§ Exercise details
Comb the records below for the string "listed" and copy each line where it turns up.

§ Source information
/** Twelve significant digits, so that agreement can be seen with the eye. */
export function longNumber(value: number | null): string {
  if (value === null) return 'none'
  return String(Number(value.toPrecision(12))).replaceAll('-', '−')
}

/** A relative error: two digits, or that there is none to see. */
export function errorText(value: number | null): string {
  if (value === null) return 'no number'
  if (value === 0) return '0'
  return value
    .toExponential(1)
    .replace('e-', ' × 10⁻')
    .replace(/⁻(\d+)/, (_whole, digits: string) => `⁻${raised(digits)}`)
}

function raised(digits: string): string {
  return [...digits].map((digit) => '⁰¹²³⁴⁵⁶⁷⁸⁹'[Number(digit)] ?? '').join('')
}
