import { type Problem, type ReadingChannel } from '../../domain/intake'
import { ProblemList } from '../problem-list'

/** Rows in time order. Where the file's own order differs, that is said with the line, and rows keep their place in the file as `sourceRow`. */
export function orderByTime(
  channels: readonly ReadingChannel[],
  rowWord: 'row' | 'injection',
): { readonly channels: readonly ReadingChannel[]; readonly problems: readonly Problem[] } {
  const problems = new ProblemList()
  const time = channels.find((channel) => channel.name === 'time')?.values
  const source = channels.find((channel) => channel.name === 'sourceRow')?.values
  if (time === undefined || source === undefined) return { channels, problems: [] }
  let isOrdered = true
  for (let i = 1; i < time.length; i++) {
    const now = time[i] ?? 0
    const before = time[i - 1] ?? 0
    if (now > before) continue
    const line = source[i] ?? null
    if (now < before) {
      isOrdered = false
      problems.add({
        code: 'time-goes-back',
        severity: 'problem',
        line,
        found: `${String(Math.round((before - now) * 1_000) / 1_000)} s back`,
        expected: `a time after that of the ${rowWord} before`,
        sentence: `Line ${String(line)}: the time goes back by ${String(Math.round((before - now) * 1_000) / 1_000)} s. The ${rowWord}s are put in order of time.`,
      })
    } else
      problems.add({
        code: 'duplicate-time',
        severity: 'note',
        line,
        expected: `one ${rowWord} for each time`,
        sentence: `Line ${String(line)} has the same time as the ${rowWord} before it. Both are kept.`,
      })
  }
  if (isOrdered) return { channels, problems: problems.list() }
  const order = Array.from(time, (_value, index) => index).sort((a, b) => (time[a] ?? 0) - (time[b] ?? 0) || a - b)
  return {
    channels: channels.map((channel) => ({
      ...channel,
      values: Float64Array.from(order, (index) => channel.values[index] ?? Number.NaN),
    })),
    problems: problems.list(),
  }
}
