import { type ColumnMapSpecification } from '../../domain/column-map'
import { type FileFacts, type Question } from '../../domain/intake'
import { FLOW_REFERENCES } from '../../analysis/units/flow-reference'
import { unitFromAlias } from '../../analysis/units/unit-from-alias'
import { type ReadingContext } from '../reading-context'

export type QuestionKey = Question['key']

/** Questions that must be answered before the file can be read as the specification says: what the file settles is not asked, and what it does not is never guessed. */
export function findQuestions(
  specification: ColumnMapSpecification,
  facts: FileFacts,
  context: ReadingContext,
): Question[] {
  const questions: Question[] = []
  if (facts.isKindOpen) questions.push(KIND)
  if (specification.kind === 'attachment') return questions
  const flows = specification.columns.filter(
    (column) =>
      column.meaning === 'flow' &&
      unitFromAlias(column.unit, 'volume-flow') !== null &&
      column.referenceTemperatureK === null,
  )
  const pressures = specification.columns.filter(
    (column) => column.meaning === 'inlet-pressure' || column.meaning === 'outlet-pressure',
  )
  if (facts.isDecimalMarkOpen) questions.push(decimalMark(facts))
  if (facts.isDateOrderOpen && specification.dateOrder === null) questions.push(dateOrder(facts))
  if (specification.timeZone === '' && !facts.hasOffsets) questions.push(TIME_ZONE)
  if (facts.needsStart && specification.elapsedStart === null) questions.push(ELAPSED_START)
  if (flows.length > 0) questions.push(flowReference(flows[0]?.unit ?? '', context))
  const bare = pressures.filter(
    (column) => column.pressureKind === null && unitFromAlias(column.unit, 'pressure') !== null,
  )
  if (bare.length > 0) questions.push(pressureKind(bare[0]?.header ?? ''))
  if (specification.barometerPa === null && pressures.some((column) => column.pressureKind === 'gauge'))
    questions.push(BAROMETER)
  if (specification.basis === null && specification.columns.some((column) => column.meaning === 'mole-fraction'))
    questions.push(BASIS)
  if (facts.hasAmbiguousHour && specification.ambiguousHour === null) questions.push(AMBIGUOUS_HOUR)
  return questions
}

const KIND: Question = {
  key: 'kind',
  sentence:
    'The columns do not tell what this file is. A log of the rig, results of the analyser, or a file to keep beside the run without reading it?',
  choices: [
    { value: 'rig-log', label: 'Log of the rig: temperatures, pressures, flows against time' },
    { value: 'analyser', label: 'Results of the analyser: peaks or composition, one row an injection or a peak' },
    { value: 'attachment', label: 'Neither: keep it with the run, do not read it' },
  ],
  proposal: null,
}

const TIME_ZONE: Question = {
  key: 'time-zone',
  sentence: 'The times in the file say no zone and the rig has none on record. Which zone is the clock set to?',
  choices: [
    { value: 'UTC', label: 'UTC' },
    { value: 'Europe/London', label: 'United Kingdom' },
    { value: 'Europe/Berlin', label: 'Central Europe' },
    { value: 'America/New_York', label: 'US east' },
    { value: 'America/Chicago', label: 'US central' },
    { value: 'America/Los_Angeles', label: 'US west' },
    { value: 'Asia/Shanghai', label: 'China' },
    { value: 'Asia/Tokyo', label: 'Japan' },
    { value: 'Asia/Kolkata', label: 'India' },
  ],
  proposal: null,
}

const ELAPSED_START: Question = {
  key: 'elapsed-start',
  sentence: 'The file counts time from its start and does not say when that was. Date and time of the first row?',
  choices: [],
  proposal: null,
}

const BAROMETER: Question = {
  key: 'barometer',
  sentence: 'Gauge pressures need the pressure of the room, and the rig has none on record.',
  choices: [{ value: '101325', label: 'Standard atmosphere, 101.325 kPa, uncertain by 2 kPa' }],
  proposal: '101325',
}

const BASIS: Question = {
  key: 'basis',
  sentence: 'Was water removed before the analyser, so that the fractions are of the dry gas?',
  choices: [
    { value: 'dry', label: 'Dry: water condensed or trapped before the analyser' },
    { value: 'wet', label: 'Wet: heated lines, water counts in the fractions' },
  ],
  proposal: null,
}

const AMBIGUOUS_HOUR: Question = {
  key: 'ambiguous-hour',
  sentence:
    'The file has times in the hour that the clock shows twice when summer time ends, and the order of the rows does not tell which of the two it is.',
  choices: [
    { value: 'earlier', label: 'The first time through: still summer time' },
    { value: 'later', label: 'The second time through: back on standard time' },
  ],
  proposal: null,
}

function decimalMark(facts: FileFacts): Question {
  return {
    key: 'decimal-mark',
    sentence: `Numbers such as those in “${facts.decimalExample.slice(0, 100)}” can be read with a decimal point or with a decimal comma.`,
    choices: [
      { value: '.', label: 'Decimal point: 1.234 is a little more than one, 1,234 a thousand and more' },
      { value: ',', label: 'Decimal comma: 1,234 is a little more than one, 1.234 a thousand and more' },
    ],
    proposal: null,
  }
}

function dateOrder(facts: FileFacts): Question {
  const example = facts.dateExample === '' ? '' : ` (“${facts.dateExample.slice(0, 60)}”)`
  return {
    key: 'date-order',
    sentence: `No date in the file${example} has a number above 12, so day and month cannot be told apart. ${facts.dateOrderReason}`,
    choices:
      facts.dateOrderProposal === 'day-first'
        ? [
            { value: 'day-first', label: 'Day first: 02.03. is 2 March' },
            { value: 'month-first', label: 'Month first: 02.03. is 3 February' },
          ]
        : [
            { value: 'month-first', label: 'Month first: 02/03 is 3 February' },
            { value: 'day-first', label: 'Day first: 02/03 is 2 March' },
          ],
    proposal: facts.dateOrderProposal,
  }
}

/** Value of a choice of reference state: kelvin and pascal with a stroke between. */
export function referenceValue(reference: { readonly temperatureK: number; readonly pressurePa: number }): string {
  return `${String(reference.temperatureK)}/${String(reference.pressurePa)}`
}

function flowReference(unit: string, context: ReadingContext): Question {
  const own = context.flowReference ?? null
  const proposal = own === null ? null : referenceValue(own)
  const listed = FLOW_REFERENCES.map((reference) => ({
    value: referenceValue(reference),
    label: `${reference.label}: ${reference.usedBy}`,
  }))
  const choices =
    proposal === null
      ? listed
      : [
          listed.find(({ value }) => value === proposal) ?? {
            value: proposal,
            label: `${String(own?.temperatureK)} K, ${String(own?.pressurePa)} Pa: this rig's flow controllers`,
          },
          ...listed.filter(({ value }) => value !== proposal),
        ]
  return {
    key: 'flow-reference',
    sentence:
      `“${unit}” does not say at which temperature and pressure the volume is counted; between the usual ones lie up to 10 % in amount.` +
      (proposal === null ? '' : ' The rig’s record has the first one.'),
    choices,
    proposal,
  }
}

function pressureKind(header: string): Question {
  return {
    key: 'pressure-kind',
    sentence: `“${header.slice(0, 100)}” does not say whether the pressure is absolute or above that of the room.`,
    choices: [
      { value: 'absolute', label: 'Absolute: reads about 1 bar when the rig is open' },
      { value: 'gauge', label: 'Gauge: reads zero when the rig is open' },
    ],
    proposal: null,
  }
}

§ Worked solution
  const listed = FLOW_REFERENCES.map((reference) => ({
      ? listed
          listed.find(({ value }) => value === proposal) ?? {
          ...listed.filter(({ value }) => value !== proposal),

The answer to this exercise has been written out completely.